EXERCISE PROMPT:
Begin at the line containing "repository 92f985bbea47941b" in the entries below and end at the line containing "it('refuses drawing edits, keeps"; transcribe that range exactly and nothing outside it.

EXCERPTED DATA:

======

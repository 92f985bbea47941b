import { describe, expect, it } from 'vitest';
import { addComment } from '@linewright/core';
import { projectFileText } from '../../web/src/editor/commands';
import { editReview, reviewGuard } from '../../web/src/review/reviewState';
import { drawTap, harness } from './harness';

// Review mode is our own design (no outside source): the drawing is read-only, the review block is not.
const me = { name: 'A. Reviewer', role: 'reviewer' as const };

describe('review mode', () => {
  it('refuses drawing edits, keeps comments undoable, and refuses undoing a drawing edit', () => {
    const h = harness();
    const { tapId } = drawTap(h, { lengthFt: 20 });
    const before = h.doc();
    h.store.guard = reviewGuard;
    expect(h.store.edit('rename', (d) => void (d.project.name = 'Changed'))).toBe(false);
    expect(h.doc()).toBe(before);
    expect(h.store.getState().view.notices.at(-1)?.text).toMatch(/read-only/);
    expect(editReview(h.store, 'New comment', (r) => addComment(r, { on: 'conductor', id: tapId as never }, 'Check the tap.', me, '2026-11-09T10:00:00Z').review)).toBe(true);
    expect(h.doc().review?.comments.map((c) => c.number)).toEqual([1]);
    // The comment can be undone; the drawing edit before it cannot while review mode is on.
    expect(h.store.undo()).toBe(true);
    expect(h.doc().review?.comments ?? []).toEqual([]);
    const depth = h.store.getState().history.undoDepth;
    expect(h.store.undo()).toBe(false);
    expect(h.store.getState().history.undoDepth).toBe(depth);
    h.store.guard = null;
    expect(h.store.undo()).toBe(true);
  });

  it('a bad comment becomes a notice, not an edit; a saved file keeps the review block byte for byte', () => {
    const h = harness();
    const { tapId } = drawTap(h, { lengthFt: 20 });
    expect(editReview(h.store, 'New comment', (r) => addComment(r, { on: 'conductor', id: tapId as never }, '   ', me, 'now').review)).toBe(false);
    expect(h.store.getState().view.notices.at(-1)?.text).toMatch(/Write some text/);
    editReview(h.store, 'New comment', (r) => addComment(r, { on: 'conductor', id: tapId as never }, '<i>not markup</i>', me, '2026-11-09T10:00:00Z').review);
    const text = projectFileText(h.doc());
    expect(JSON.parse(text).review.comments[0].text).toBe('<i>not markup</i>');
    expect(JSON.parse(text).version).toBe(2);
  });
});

======

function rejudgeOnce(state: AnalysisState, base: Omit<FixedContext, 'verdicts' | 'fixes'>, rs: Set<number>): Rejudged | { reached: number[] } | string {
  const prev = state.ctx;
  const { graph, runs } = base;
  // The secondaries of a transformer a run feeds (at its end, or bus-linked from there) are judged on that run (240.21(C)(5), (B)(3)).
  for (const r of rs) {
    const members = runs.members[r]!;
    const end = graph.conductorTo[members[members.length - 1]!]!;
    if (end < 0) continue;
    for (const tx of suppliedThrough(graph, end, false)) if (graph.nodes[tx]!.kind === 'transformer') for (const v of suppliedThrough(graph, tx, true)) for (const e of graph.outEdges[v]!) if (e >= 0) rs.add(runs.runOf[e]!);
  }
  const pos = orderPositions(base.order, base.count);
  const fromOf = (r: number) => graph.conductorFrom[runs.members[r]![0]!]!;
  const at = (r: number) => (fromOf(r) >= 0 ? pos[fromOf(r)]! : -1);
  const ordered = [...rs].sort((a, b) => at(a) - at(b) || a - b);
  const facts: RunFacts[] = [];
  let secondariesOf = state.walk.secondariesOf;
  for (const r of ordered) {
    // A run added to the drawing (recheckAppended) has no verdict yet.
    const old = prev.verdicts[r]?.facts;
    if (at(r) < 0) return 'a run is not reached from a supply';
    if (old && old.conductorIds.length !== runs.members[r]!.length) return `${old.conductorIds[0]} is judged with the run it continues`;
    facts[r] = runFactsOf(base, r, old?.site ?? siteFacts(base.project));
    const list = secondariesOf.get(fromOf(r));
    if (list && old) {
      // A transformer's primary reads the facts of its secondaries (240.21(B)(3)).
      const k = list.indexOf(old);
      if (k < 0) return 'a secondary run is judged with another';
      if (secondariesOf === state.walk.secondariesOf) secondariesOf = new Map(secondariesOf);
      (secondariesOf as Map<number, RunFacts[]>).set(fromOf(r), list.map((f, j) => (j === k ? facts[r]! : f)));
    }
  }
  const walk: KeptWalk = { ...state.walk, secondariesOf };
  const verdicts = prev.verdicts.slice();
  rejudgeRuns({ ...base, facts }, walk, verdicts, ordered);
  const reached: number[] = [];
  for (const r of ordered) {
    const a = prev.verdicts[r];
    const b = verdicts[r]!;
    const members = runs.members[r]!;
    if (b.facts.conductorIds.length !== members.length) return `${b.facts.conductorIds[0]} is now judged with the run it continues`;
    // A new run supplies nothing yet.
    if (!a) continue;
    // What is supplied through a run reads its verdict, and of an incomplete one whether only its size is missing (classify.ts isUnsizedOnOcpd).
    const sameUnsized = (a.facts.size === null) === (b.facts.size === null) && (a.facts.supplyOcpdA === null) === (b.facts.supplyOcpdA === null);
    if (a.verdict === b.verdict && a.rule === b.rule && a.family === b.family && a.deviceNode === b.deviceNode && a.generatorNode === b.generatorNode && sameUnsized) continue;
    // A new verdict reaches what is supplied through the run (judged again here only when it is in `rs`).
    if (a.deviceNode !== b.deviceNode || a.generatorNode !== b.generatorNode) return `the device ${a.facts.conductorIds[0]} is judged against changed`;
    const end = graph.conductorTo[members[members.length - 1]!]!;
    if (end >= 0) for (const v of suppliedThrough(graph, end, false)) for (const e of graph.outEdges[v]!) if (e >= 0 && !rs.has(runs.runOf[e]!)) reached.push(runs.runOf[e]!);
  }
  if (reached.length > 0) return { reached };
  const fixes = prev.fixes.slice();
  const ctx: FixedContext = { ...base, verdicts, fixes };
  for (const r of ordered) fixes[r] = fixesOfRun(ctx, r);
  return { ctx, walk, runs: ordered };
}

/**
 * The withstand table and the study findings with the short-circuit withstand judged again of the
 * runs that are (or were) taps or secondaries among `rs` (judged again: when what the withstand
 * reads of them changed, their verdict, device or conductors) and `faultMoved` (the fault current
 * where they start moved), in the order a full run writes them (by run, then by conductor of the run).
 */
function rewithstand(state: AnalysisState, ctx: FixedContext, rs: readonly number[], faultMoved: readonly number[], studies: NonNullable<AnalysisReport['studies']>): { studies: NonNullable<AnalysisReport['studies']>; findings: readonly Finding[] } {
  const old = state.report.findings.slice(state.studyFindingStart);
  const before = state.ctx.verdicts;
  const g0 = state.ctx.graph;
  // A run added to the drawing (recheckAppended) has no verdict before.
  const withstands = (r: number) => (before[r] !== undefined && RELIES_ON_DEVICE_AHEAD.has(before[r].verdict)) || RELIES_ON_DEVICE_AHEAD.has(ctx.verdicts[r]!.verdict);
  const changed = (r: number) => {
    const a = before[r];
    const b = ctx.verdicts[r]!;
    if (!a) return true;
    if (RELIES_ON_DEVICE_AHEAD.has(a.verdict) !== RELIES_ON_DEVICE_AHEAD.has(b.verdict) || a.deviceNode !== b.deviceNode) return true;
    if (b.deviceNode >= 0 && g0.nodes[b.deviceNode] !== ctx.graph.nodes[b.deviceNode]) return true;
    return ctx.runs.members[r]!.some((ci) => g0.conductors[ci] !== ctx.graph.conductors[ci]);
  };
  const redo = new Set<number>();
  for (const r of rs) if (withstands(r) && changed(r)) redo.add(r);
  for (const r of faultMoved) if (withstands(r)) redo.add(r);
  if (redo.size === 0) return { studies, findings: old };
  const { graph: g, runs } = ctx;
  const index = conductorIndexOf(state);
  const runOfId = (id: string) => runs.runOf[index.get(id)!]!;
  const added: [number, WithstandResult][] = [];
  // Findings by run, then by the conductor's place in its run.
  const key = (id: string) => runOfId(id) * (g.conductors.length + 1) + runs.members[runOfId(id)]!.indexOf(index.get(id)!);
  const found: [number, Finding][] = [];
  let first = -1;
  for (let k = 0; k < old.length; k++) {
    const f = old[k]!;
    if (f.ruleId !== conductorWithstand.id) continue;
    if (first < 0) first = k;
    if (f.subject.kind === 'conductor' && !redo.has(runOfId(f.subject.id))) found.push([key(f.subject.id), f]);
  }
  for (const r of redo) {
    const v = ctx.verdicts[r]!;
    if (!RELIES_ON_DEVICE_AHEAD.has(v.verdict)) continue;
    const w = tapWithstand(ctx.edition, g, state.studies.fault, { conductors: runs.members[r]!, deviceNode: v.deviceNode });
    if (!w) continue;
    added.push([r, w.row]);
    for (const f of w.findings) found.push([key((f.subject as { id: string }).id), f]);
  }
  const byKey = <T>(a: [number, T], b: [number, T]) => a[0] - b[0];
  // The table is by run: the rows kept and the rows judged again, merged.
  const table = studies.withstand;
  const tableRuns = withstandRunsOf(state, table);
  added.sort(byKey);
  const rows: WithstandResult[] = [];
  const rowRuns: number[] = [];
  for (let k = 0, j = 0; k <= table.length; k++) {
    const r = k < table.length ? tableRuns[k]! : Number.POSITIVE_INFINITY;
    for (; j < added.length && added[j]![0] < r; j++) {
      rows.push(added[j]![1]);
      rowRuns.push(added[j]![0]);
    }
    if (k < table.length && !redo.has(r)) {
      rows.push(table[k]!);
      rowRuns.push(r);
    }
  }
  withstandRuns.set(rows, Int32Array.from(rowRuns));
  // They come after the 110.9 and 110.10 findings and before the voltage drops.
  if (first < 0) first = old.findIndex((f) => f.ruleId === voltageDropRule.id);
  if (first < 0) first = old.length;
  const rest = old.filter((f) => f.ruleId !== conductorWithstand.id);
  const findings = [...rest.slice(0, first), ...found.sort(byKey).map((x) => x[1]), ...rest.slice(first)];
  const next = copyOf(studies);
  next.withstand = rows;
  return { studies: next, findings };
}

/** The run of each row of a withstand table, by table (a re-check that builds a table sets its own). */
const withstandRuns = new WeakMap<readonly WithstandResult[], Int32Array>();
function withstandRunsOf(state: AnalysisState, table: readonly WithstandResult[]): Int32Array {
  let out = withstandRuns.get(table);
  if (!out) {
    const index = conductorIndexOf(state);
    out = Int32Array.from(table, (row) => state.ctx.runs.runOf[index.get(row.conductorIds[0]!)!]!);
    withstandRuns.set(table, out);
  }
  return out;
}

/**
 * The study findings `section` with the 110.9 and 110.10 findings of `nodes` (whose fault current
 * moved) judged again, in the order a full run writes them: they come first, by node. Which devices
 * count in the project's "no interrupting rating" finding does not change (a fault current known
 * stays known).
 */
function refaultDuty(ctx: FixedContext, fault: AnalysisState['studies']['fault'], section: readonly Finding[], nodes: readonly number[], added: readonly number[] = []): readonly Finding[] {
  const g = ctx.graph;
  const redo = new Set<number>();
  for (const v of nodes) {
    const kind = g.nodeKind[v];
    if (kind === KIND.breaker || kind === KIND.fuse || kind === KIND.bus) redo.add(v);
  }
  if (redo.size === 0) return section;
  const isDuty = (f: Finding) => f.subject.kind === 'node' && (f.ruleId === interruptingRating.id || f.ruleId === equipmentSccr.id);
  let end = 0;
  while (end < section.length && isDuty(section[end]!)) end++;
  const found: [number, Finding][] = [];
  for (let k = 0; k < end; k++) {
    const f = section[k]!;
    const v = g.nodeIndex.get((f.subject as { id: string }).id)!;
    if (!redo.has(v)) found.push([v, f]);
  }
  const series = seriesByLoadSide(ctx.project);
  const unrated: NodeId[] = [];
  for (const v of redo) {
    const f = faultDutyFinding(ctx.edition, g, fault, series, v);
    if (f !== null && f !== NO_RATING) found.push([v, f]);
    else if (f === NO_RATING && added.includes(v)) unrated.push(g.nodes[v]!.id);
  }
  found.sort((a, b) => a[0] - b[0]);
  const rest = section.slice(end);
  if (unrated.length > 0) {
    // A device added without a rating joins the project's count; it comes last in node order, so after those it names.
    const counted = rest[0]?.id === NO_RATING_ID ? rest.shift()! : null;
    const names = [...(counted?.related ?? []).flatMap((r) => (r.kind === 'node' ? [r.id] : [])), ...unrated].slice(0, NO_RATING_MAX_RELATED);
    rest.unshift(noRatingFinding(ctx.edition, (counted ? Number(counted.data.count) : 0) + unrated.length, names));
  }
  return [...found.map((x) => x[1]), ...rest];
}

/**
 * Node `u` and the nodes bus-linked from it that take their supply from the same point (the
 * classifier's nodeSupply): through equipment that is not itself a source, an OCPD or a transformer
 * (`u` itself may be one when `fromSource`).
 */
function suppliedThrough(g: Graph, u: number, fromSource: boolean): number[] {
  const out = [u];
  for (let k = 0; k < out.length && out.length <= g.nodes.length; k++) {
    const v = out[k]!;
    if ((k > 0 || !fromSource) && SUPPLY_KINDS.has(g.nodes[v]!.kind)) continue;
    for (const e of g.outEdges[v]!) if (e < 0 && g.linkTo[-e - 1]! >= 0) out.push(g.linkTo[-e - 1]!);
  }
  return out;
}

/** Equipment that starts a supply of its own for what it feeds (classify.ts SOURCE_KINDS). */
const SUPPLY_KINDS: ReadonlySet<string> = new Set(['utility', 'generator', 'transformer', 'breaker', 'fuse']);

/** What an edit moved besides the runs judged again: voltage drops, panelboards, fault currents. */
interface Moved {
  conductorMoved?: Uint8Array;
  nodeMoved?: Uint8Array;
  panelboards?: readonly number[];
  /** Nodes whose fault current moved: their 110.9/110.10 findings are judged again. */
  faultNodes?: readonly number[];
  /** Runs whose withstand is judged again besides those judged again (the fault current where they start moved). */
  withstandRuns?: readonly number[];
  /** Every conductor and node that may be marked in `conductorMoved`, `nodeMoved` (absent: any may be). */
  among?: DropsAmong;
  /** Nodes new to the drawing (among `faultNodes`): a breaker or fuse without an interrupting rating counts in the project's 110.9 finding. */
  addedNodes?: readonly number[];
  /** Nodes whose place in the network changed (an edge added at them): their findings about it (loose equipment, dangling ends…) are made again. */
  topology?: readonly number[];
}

======

TASK ANSWER:
repository 92f985bbea47941b
import { describe, expect, it } from 'vitest';
import { addComment } from '@linewright/core';
import { projectFileText } from '../../web/src/editor/commands';
import { editReview, reviewGuard } from '../../web/src/review/reviewState';
import { drawTap, harness } from './harness';

// Review mode is our own design (no outside source): the drawing is read-only, the review block is not.
const me = { name: 'A. Reviewer', role: 'reviewer' as const };

describe('review mode', () => {
  it('refuses drawing edits, keeps comments undoable, and refuses undoing a drawing edit', () => {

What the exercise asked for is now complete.